There's a dozen VIP's at my work this weekend. Experts in their field, you could call them.
They arrived today, but I had no real reason to interact with them so I did the polite staring instead.
I really wanted to ask my boss if I could stick around this weekend for free, but my boss has a boss and that boss has another boss and tbh I couldn't think of a reason good enough to sway so many bosses.
So now I'll just have to sit at home and be heartbroken about not getting to engage and learn and interact. I really feel I'm missing out


----------



## Nathaniel Whiteside (5 Apr 2013)

I didn't catch what you mean  whats a dusin VIP?


----------



## The Doctor's Companion (5 Apr 2013)

smart ass 
Leave my spelling alone! It never hurt anyone, just caused slight confusion.


----------



## Stu Worrall (5 Apr 2013)

You're not in Denmark are you?


----------



## The Doctor's Companion (5 Apr 2013)

stuworrall said:


> New You're not in Denmark are you?


Now why would you think that, I was really trying to be so secret...


----------



## Stu Worrall (5 Apr 2013)

You should have said hello


----------



## The Doctor's Companion (5 Apr 2013)

And engage in actual conversation?  j/k.
We actually get a few `experts´ in every now and then. I try not to get to fangirlish though. After all we're all in the same business.


----------



## Stu Worrall (5 Apr 2013)

You should have said hello as we'd haved loved to chatted. Where did we see you?


----------



## The Doctor's Companion (5 Apr 2013)

I don't know, Stu. You probably all stared at me while Lars was showing you around, although I did try to be super covert. Just like I tried with this thread, but that didn't work out so well... My boss is going to tease me to hell on Monday.


----------



## The Doctor's Companion (5 Apr 2013)

Btw I would have loved to say hi and obviously I would have loved to get to hang out with you guys and see you work.


----------



## Stu Worrall (5 Apr 2013)

I'm sure they will be fine with you   (were you with the rockwool?) 

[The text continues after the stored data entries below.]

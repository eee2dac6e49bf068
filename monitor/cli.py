"""The ``spanwatch`` command line (typer + rich).

Exit codes: 0 success, 1 the command ran but found a problem it was asked to find,
2 usage or configuration error (the message names the file, the key and what was expected).
"""

from __future__ import annotations

import contextlib
import errno
import sys
from collections.abc import Iterator, Sequence
from pathlib import Path
from typing import TYPE_CHECKING, Annotated, NoReturn

import typer
from rich.console import Console
from spanwatch import __version__

# Start-up: only typer and rich.console load with the command line. numpy, pint, pydantic, SQLAlchemy,
# asyncua, paho and the line model load inside the commands that use them (benchmarks/startup.py).
if TYPE_CHECKING:
    from spanwatch.monitor.config import ConfigError
    from spanwatch.monitor.line import Line
    from sqlalchemy.engine import Engine

app = typer.Typer(
    name="spanwatch",
    help="Streaming monitor for web-handling lines: traction, slip, draw, roll build and sensor health. "
    "Advisory only: not a safety function.",
    no_args_is_help=True,
    add_completion=False,
    pretty_exceptions_enable=False,
)
# Piped output (logs, CI, files) gets a fixed, wide layout; a terminal gets its own width.
console = Console(width=None if sys.stdout.isatty() else 140)
err_console = Console(stderr=True, width=None if sys.stderr.isatty() else 140)

SAFETY_NOTE = (
    "spanwatch is advisory: it is not a safety function and does not replace guarding, safety-rated "
    "controls or lock-out. Defer to local codes and qualified practice."
)


def _print_version(value: bool) -> None:
    if value:
        typer.echo(f"spanwatch {__version__}")
        raise typer.Exit()


@app.callback()
def _root(
    version: Annotated[bool, typer.Option("--version", help="Print the version and exit.", is_eager=True,
                                          callback=_print_version)] = False,
) -> None:
    """spanwatch: streaming monitor for web-handling lines (advisory only; not a safety function)."""


def fail_config(exc: ConfigError) -> None:
    """Print a configuration error (one line per problem) and exit with status 2."""
    lines = str(exc).splitlines() or [""]
    err_console.print(f"configuration error: {lines[0]}", style="bold red", highlight=False, markup=False,
                      soft_wrap=True)
    for more in lines[1:]:
        err_console.print(more, highlight=False, markup=False, soft_wrap=True)
    raise typer.Exit(code=2)


def fail(message: str) -> NoReturn:
    """Print one line (what went wrong and what to do) on stderr and exit with status 2."""
    err_console.print(message, highlight=False, markup=False, soft_wrap=True)
    raise typer.Exit(code=2)


def _one_of(value: str | None, choices: Sequence[str], option: str) -> None:
    """Exit 2 unless ``value`` is None or one of ``choices``; the message lists them and the nearest one."""
    if value is None or value in choices:
        return
    import difflib

    near = difflib.get_close_matches(value, choices, n=1, cutoff=0.6)
    fail(f"{option}: expected one of {', '.join(choices)}, got {value!r}" + (f" (did you mean {near[0]}?)"
                                                                              if near else ""))


def check_recording(path: Path) -> None:
    """Exit 2 unless ``path`` is an existing file (a recording the commands on a recording read)."""
    if not path.exists():
        fail(f"{path}: no such recording")
    if path.is_dir():
        fail(f"{path}: a folder, not a recording (CSV long form: time,tag,value,quality; .gz ok; or .parquet)")


def check_plot(plot: Path | None) -> None:
    """Exit 2 unless ``plot`` (if given) names a .png, .svg or .pdf file in an existing folder."""
    if plot is None:
        return
    if plot.suffix.lower() not in (".png", ".svg", ".pdf"):
        fail(f"--plot: expected a file ending .png, .svg or .pdf, got {str(plot)!r}")
    if not plot.parent.is_dir():
        fail(f"--plot: the folder {plot.parent} does not exist")


def open_line(path: Path) -> Line:
    """Load a line and its alarm settings (and suppression rules), exiting with status 2 on any config problem."""
    from spanwatch.monitor.checkset import alarm_points, build_checks, suppression_rules
    from spanwatch.monitor.config import ConfigError
    from spanwatch.monitor.line import load_line

    try:
        line = load_line(path)
        checks = build_checks(line)
        suppression_rules(line, alarm_points(line, checks), checks)
    except ConfigError as exc:
        fail_config(exc)
    return line


def _tension(v: float | None) -> str:
    from spanwatch.monitor import units as U

    if v is None:
        return "-"
    return f"{v:.0f} N/m ({U.from_si(v, 'pli'):.2f} pli)"


def _speed(v: float) -> str:
    from spanwatch.monitor import units as U

    return f"{U.from_si(v, 'm/min'):.0f} m/min ({U.from_si(v, 'fpm'):.0f} fpm)"
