class FeedServer:
    """Serve a sample feed over OPC UA on ``endpoint`` (loopback, a free port by default); see the module docstring.

    ``await start()`` listens and (by default) starts the paced pump: the simulation advances with the
    wall clock times ``speedup`` every ``tick`` seconds. ``await stop()`` stops listening (clients see
    the connection drop); ``start()`` again serves a fresh address space on the same port, like a PLC
    that restarted. ``await run(duration)`` serves until the simulation has advanced ``duration``
    seconds and stops. ``await step(seconds)`` advances unpaced and writes every sample.
    """

    def __init__(self, sim: SampleFeed, *, sample_periods: Mapping[str, float], boolean_tags: Collection[str] = (),
                 host: str = "127.0.0.1", port: int = 0, speedup: float = 1.0,
                 tick: float = 0.1, max_write_rate: float = 1500.0, security: Sequence[str] = ("None",),
                 certificate: str | Path | None = None, private_key: str | Path | None = None,
                 trusted: Sequence[str | Path] | None = None, users: Mapping[str, str] | None = None,
                 namespace: str = NAMESPACE_URI, application_uri: str = SERVER_URI,
                 catch_up_limit: float = 30.0, start_time: float | None = None) -> None:
        unknown = [s for s in security if s not in _POLICIES]
        if unknown or not security:
            raise ValueError(f"expected security among {list(_POLICIES)}, got {list(security)!r}")
        if any(s != "None" for s in security) and not (certificate and private_key):
            raise ValueError("a Sign or SignAndEncrypt endpoint needs certificate and private_key")
        if speedup <= 0 or tick <= 0 or max_write_rate <= 0:
            raise ValueError("speedup, tick and max_write_rate must be positive")
        self.sim = sim
        if start_time is not None:  # sample times from this epoch on (e.g. time.time(): real times at 1x)
            sim.t0 = start_time - sim.t
        self._follow_wall = start_time is not None
        self.host = host
        self.port = port or free_port(host)
        self.speedup, self.tick, self.max_write_rate = float(speedup), float(tick), float(max_write_rate)
        self.catch_up_limit = float(catch_up_limit)
        self.security = tuple(security)
        self.certificate, self.private_key = certificate, private_key
        self.trusted = [Path(p) for p in trusted] if trusted else None
        self.users = dict(users) if users else None
        self.namespace, self.application_uri = namespace, application_uri
        self.tag_names: tuple[str, ...] = tuple(sim.tag_names)
        self._boolean = tuple(n in boolean_tags for n in self.tag_names)
        self.natural_rate = sum(1.0 / sample_periods[n] for n in self.tag_names)
        self.stats: dict[str, int] = {"writes": 0, "skipped": 0, "lost_while_down": 0, "refused": 0,
                                      "late_ticks": 0, "starts": 0}
        self._server: Server | None = None
        self._object: Any = None
        self._idx = 0
        self._nodes: dict[str, ua.NodeId] = {}
        self._vtypes: dict[str, ua.VariantType] = {}
        self._extra: list[tuple[str, Any, ua.VariantType | None, ua.NodeId | None]] = []
        self._counter = [0] * len(self.tag_names)
        self._pump_task: asyncio.Task[None] | None = None
        self._anchor: tuple[float, float] | None = None  # (monotonic time, sim time) of the first paced start

    # --- properties -------------------------------------------------------------------------

    @property
    def endpoint(self) -> str:
        return f"opc.tcp://{self.host}:{self.port}/spanwatch/"

    @property
    def running(self) -> bool:
        return self._server is not None

    @property
    def namespace_index(self) -> int:
        return self._idx

    @property
    def stride(self) -> int:
        """Paced mode writes every k-th sample of each tag; k from the natural rate, speed-up and write budget."""
        return max(1, math.ceil(self.natural_rate * self.speedup / self.max_write_rate - 1e-9))

    @property
    def server(self) -> Server:
        """The asyncua Server while running (for tests that need its API)."""
        if self._server is None:
            raise RuntimeError("the server is not running")
        return self._server

    def clock(self) -> float:
        """The simulated time now (epoch seconds): what a consumer should use as "now" when ``speedup != 1``.

        While pumping it runs smoothly with the wall clock times ``speedup``; otherwise it is the time of
        the newest simulated step.
        """
        if self._pump_task is not None and self._anchor is not None:
            wall0, sim0 = self._anchor
            return self.sim.t0 + sim0 + (time.monotonic() - wall0) * self.speedup
        return self.sim.t0 + self.sim.t

    def node_id(self, name: str) -> str:
        """Node id string of a tag or extra variable, e.g. ``ns=2;s=q2.s5.tension``."""
        return f"ns={self._idx or 2};s={name}"

    # --- life cycle -------------------------------------------------------------------------

    async def start(self, *, pump: bool = True) -> None:
        """Listen on :attr:`endpoint` with a fresh address space; with ``pump``, advance the line paced."""
        if self._server is not None:
            return
        srv = Server(user_manager=_PasswordUsers(self.users) if self.users else None)
        await srv.init()
        srv.set_endpoint(self.endpoint)
        srv.set_server_name(f"spanwatch simulated line: {self.sim.name}")
        await srv.set_application_uri(self.application_uri)
        srv.set_security_policy([_POLICIES[s] for s in self.security])
        if self.certificate and self.private_key:
            await srv.load_certificate(str(self.certificate))
            await srv.load_private_key(str(self.private_key))
        if self.users:
            srv.set_identity_tokens([ua.UserNameIdentityToken])
        if self.trusted:
            store = TrustStore(self.trusted, [])
            await store.load()
            srv.set_certificate_validator(CertificateValidator(
                CertificateValidatorOptions.TRUSTED_VALIDATION | CertificateValidatorOptions.PEER_CLIENT, store))
        self._idx = await srv.register_namespace(self.namespace)
        idx = self._idx
        obj = await srv.nodes.objects.add_object(ua.NodeId("line", idx), ua.QualifiedName(self.sim.name, idx))
        stamp = datetime.fromtimestamp(self.sim.t0 + self.sim.t, UTC)
        waiting = ua.StatusCode(ua.StatusCodes.BadWaitingForInitialData)
        self._nodes, self._vtypes = {}, {}
        for name, boolean in zip(self.tag_names, self._boolean, strict=True):
            vtype = ua.VariantType.Boolean if boolean else ua.VariantType.Double
            var = await obj.add_variable(ua.NodeId(name, idx), ua.QualifiedName(name, idx),
                                         False if boolean else 0.0, varianttype=vtype)
            self._nodes[name], self._vtypes[name] = var.nodeid, vtype
            await srv.write_attribute_value(var.nodeid, ua.DataValue(StatusCode=waiting, SourceTimestamp=stamp))
        for name, value, vtype, dtype in self._extra:
            await self._add_extra(srv, obj, name, value, vtype, dtype)
        await srv.start()
        self._server, self._object = srv, obj
        self.stats["starts"] += 1
        if pump:
            self._pump_task = asyncio.create_task(self._pump(), name=f"simline-server-pump:{self.port}")

    async def stop(self) -> None:
        """Stop the pump and the server; connected clients lose their connection. ``start()`` serves again."""
        task, self._pump_task = self._pump_task, None
        if task is not None:
            task.cancel()
            with contextlib.suppress(asyncio.CancelledError):
                await task
        srv, self._server = self._server, None
        if srv is not None:
            await srv.stop()

    async def run(self, duration: float | None = None) -> None:
        """Serve paced until the simulation has advanced ``duration`` seconds (forever when None), then stop."""
        if self._server is None:
            await self.start()
        elif self._pump_task is None:
            self._pump_task = asyncio.create_task(self._pump(), name=f"simline-server-pump:{self.port}")
        end = None if duration is None else self.sim.t + duration
        try:
            while end is None or self.sim.t < end - 1e-9:
                await asyncio.sleep(self.tick)
        finally:
            await self.stop()

    async def __aenter__(self) -> FeedServer:
        await self.start()
        return self

    async def __aexit__(self, *exc: object) -> None:
        await self.stop()

    # --- data ---------------------------------------------------------------------------------

    async def step(self, seconds: float) -> SampleBatch:
        """Advance the simulation ``seconds`` unpaced and write every sample; returns the batch written."""
        batch = self.sim.advance(seconds)
        await self._write_batch(batch, stride=1)
        return batch

    async def write(self, name: str, value: Any, *, t: float | None = None, status: int = ua.StatusCodes.Good,
                    server_t: float | None = None, variant_type: ua.VariantType | None = None) -> None:
        """Write one value to a tag or extra variable: ``t`` the SourceTimestamp (None: no source timestamp),
        ``server_t`` the ServerTimestamp (default now), ``status`` the StatusCode. Raises ValueError if the
        server refuses it (a value of the wrong type)."""
        node = self._nodes.get(name)
        if node is None:
            raise KeyError(f"no variable {name!r} on this server")
        vtype = variant_type or self._vtypes.get(name)
        variant = ua.Variant(value, vtype) if vtype is not None and value is not None else ua.Variant(value)
        dv = ua.DataValue(Value=variant, StatusCode=ua.StatusCode(status),
                          SourceTimestamp=None if t is None else datetime.fromtimestamp(t, UTC),
                          ServerTimestamp=datetime.fromtimestamp(server_t, UTC) if server_t is not None
                          else datetime.now(UTC))
        result = await self._write(node, dv)
        if not result.is_good():
            raise ValueError(f"the server refused the write to {name}: {result.name}")

    async def add_variable(self, name: str, value: Any, variant_type: ua.VariantType | None = None, *,
                           data_type: ua.NodeId | None = None) -> str:
        """Add a variable ``ns=<idx>;s=<name>`` under the line object (kept across restarts); returns its node id."""
        self._extra.append((name, value, variant_type, data_type))
        if self._server is not None:
            await self._add_extra(self._server, self._object, name, value, variant_type, data_type)
        return self.node_id(name)

    async def _add_extra(self, srv: Server, obj: Any, name: str, value: Any, vtype: ua.VariantType | None,
                         dtype: ua.NodeId | None) -> None:
        var = await obj.add_variable(ua.NodeId(name, self._idx), ua.QualifiedName(name, self._idx), value,
                                     varianttype=vtype, datatype=dtype)
        self._nodes[name] = var.nodeid
        if vtype is not None:
            self._vtypes[name] = vtype

    async def _write(self, node: ua.NodeId, dv: ua.DataValue) -> ua.StatusCode:
        if self._server is None:
            raise RuntimeError("the server is not running")
        # the address space's own write returns the StatusCode (Server.write_attribute_value drops it)
        result = await self._server.iserver.aspace.write_attribute_value(node, ua.AttributeIds.Value, dv)
        if result.is_good():
            self.stats["writes"] += 1
        else:
            self.stats["refused"] += 1
        return result

    async def _write_batch(self, batch: SampleBatch, stride: int) -> int:
        """Write the samples of a batch (every ``stride``-th per tag), oldest first; returns the number written."""
        if self._server is None or len(batch) == 0:
            return 0
        now = datetime.now(UTC)
        index = {name: k for k, name in enumerate(self.tag_names)}
        cols = [index.get(name, -1) for name in batch.tags]
        written = 0
        for tag_i, t, v, q in _rows(batch):
            k = cols[tag_i]
            if k < 0:
                continue
            c = self._counter[k]
            self._counter[k] = c + 1
            if c % stride:
                self.stats["skipped"] += 1
                continue
            name = self.tag_names[k]
            if self._boolean[k]:
                variant = ua.Variant(bool(v >= 0.5), ua.VariantType.Boolean)
            else:
                variant = ua.Variant(float(v), ua.VariantType.Double)
            dv = ua.DataValue(Value=variant, StatusCode=ua.StatusCode(_QUALITY_STATUS[min(max(int(q), 0), 2)]),
                              SourceTimestamp=datetime.fromtimestamp(t, UTC), ServerTimestamp=now)
            await self._write(self._nodes[name], dv)
            written += 1
            if written % _YIELD_EVERY == 0:
                # the address space's write never suspends: a batch that catches up after a stall would hold the
                # event loop for seconds, and a client in the same loop (the demo's daemon) would see its source
                # silent; let the loop run between slices of the batch
                await asyncio.sleep(0)
        return written

    async def _pump(self) -> None:
        sim = self.sim
        if self._anchor is None:
            if self._follow_wall:  # starting the server takes seconds: sample times follow the wall from here
                sim.t0 = time.time() - sim.t
            self._anchor = (time.monotonic(), sim.t)
        else:  # restarted: the line ran on while the server was down; what it produced then is lost
            lost = self._due(time.monotonic())
            if lost > self.catch_up_limit:  # beyond the limit the line is taken as paused
                wall0, sim0 = self._anchor
                self._anchor = (wall0, sim0 - (lost - self.catch_up_limit))
                lost = self._due(time.monotonic())
            while lost > 0:
                chunk = min(lost, 1.0)
                self.stats["lost_while_down"] += len(sim.advance(chunk))
                lost -= chunk
                await asyncio.sleep(0)
        next_tick = time.monotonic()
        while True:
            due = self._due(time.monotonic())
            if due > 0:
                await self._write_batch(sim.advance(due), self.stride)
            next_tick += self.tick
            delay = next_tick - time.monotonic()
            if delay < 0:
                self.stats["late_ticks"] += 1
                next_tick = time.monotonic()
            await asyncio.sleep(max(delay, 0.0))

    def _due(self, now: float) -> float:
        """Simulated seconds (whole simulation steps) the line is behind the paced clock."""
        assert self._anchor is not None
        wall0, sim0 = self._anchor
        behind = sim0 + (now - wall0) * self.speedup - self.sim.t
        steps = int(behind / self.sim.dt + 1e-9)
        return steps * self.sim.dt if steps > 0 else 0.0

Everyone at tropica have been really nice to us and we setup some great looking tanks this afternoon. Was great to have a tour of the factory too!


----------



## The Doctor's Companion (5 Apr 2013)

I'll have the pleasure of cleaning those tanks in the future  Have great fun the rest of your stay!


----------



## Mick.Dk (6 Apr 2013)

I bet your "boss" doesn't even know about this thread


----------



## The Doctor's Companion (6 Apr 2013)

I can't see how he'd ever find it, except for the fact that Stu wrote `tropica´ above.​


----------



## Mick.Dk (6 Apr 2013)

*lol* You're propably safe, then........


----------



## Ian Holdich (6 Apr 2013)

I want to live in the moss tent. In the corner will do.


----------



## The Doctor's Companion (6 Apr 2013)

For the crisp green colours or the moist heat?


----------



## Ian Holdich (6 Apr 2013)

Just because I love moss. It's a moss growers dream!


----------



## Tony Swinney (6 Apr 2013)

That moss is a sight to behold !  Its a shame we didn't get to talk with you DC - we had a pretty tight schedule over the two days, but I hope when we come back we can meet with more of you and chat.
Tony


----------



## The Doctor's Companion (6 Apr 2013)

I'm sure it'd be a pleasure


----------



## LondonDragon (8 Apr 2013)

Don't let the boss find out or you might end up working every weekend for free


----------



## NatureBoy (8 Apr 2013)

What's all this? UKAPS Illuminati secret meetings in moss tents? what's going on?


----------



## The Doctor's Companion (8 Apr 2013)

LondonDragon said:


> Don't let the boss find out or you might end up working every weekend for free



There's no risk of that. He's not that technical...


----------



## Ian Holdich (8 Apr 2013)

NatureBoy said:


> What's all this? UKAPS Illuminati secret meetings in moss tents? what's going on?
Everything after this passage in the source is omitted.